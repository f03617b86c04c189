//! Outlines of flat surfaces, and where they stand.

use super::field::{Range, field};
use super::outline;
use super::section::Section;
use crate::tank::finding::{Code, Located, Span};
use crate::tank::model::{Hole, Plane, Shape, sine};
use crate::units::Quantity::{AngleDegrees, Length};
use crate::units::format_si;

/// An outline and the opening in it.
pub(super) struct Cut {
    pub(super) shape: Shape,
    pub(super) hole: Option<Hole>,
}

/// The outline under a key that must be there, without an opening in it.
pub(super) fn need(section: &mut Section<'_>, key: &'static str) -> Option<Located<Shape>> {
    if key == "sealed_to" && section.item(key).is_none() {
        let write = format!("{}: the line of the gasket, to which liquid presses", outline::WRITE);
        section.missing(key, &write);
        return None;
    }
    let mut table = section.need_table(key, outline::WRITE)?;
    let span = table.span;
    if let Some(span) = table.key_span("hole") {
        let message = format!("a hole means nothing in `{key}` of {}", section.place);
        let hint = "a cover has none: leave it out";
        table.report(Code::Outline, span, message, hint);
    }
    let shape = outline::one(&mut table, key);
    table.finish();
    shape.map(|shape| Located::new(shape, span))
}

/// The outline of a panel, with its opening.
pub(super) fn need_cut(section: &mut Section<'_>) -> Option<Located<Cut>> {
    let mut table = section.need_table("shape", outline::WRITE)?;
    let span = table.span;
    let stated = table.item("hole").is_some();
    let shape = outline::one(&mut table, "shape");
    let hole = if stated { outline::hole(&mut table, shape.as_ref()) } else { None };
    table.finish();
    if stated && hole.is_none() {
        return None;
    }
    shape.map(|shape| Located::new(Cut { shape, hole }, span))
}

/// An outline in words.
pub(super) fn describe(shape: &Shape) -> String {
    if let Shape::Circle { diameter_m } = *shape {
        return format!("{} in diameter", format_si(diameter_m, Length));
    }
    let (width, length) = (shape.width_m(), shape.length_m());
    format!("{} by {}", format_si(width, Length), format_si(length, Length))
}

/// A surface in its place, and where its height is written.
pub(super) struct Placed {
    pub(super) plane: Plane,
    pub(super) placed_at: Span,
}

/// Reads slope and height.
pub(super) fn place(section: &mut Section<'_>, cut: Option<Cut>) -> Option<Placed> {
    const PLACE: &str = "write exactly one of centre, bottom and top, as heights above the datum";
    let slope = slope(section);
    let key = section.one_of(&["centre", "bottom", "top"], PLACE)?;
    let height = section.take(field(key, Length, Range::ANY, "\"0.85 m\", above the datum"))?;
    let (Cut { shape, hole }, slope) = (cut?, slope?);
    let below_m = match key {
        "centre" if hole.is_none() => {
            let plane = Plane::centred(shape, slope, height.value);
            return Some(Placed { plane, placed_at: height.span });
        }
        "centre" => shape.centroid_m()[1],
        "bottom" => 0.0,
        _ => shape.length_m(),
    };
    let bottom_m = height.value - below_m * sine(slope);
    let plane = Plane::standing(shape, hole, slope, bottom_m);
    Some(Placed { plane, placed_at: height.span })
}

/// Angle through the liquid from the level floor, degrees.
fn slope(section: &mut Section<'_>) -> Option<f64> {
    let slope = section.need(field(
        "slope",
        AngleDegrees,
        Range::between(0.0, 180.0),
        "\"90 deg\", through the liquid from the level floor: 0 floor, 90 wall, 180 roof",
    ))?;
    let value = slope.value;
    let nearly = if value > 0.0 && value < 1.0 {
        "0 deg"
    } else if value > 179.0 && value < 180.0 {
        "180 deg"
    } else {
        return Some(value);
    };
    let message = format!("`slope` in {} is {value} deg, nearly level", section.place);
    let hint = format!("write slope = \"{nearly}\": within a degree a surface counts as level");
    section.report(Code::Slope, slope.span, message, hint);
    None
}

--

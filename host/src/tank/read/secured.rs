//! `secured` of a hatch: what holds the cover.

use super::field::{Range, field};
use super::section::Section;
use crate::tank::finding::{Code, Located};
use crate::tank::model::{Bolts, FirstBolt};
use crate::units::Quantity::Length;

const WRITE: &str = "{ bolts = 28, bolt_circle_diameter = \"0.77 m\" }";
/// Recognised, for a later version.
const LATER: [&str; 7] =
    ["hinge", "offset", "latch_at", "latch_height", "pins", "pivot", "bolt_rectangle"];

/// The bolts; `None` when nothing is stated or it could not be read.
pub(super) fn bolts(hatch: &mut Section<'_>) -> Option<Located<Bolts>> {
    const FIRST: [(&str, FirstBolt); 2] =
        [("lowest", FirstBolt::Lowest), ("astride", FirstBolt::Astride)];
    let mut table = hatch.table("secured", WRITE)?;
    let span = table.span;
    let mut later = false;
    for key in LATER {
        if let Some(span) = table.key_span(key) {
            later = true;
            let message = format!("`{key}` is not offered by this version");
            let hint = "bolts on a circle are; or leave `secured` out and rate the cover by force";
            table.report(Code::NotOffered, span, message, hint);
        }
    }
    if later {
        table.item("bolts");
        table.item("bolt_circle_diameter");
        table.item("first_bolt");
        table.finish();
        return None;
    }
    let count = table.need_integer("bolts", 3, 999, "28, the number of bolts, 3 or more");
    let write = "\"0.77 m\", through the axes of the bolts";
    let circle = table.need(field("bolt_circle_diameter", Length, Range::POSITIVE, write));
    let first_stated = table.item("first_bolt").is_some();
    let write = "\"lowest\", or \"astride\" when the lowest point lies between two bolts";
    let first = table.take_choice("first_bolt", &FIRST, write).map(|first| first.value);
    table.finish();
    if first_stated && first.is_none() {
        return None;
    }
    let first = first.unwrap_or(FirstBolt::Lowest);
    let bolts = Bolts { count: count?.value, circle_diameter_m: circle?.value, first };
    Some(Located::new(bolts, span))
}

Exercise description: Which lines above run from the one containing "table.report(Code::Outline, span, message, hint);" to the one containing "with its opening."? Give them again exactly, both ends included.

Response to the exercise:
        table.report(Code::Outline, span, message, hint);
    }
    let shape = outline::one(&mut table, key);
    table.finish();
    shape.map(|shape| Located::new(shape, span))
}

/// The outline of a panel, with its opening.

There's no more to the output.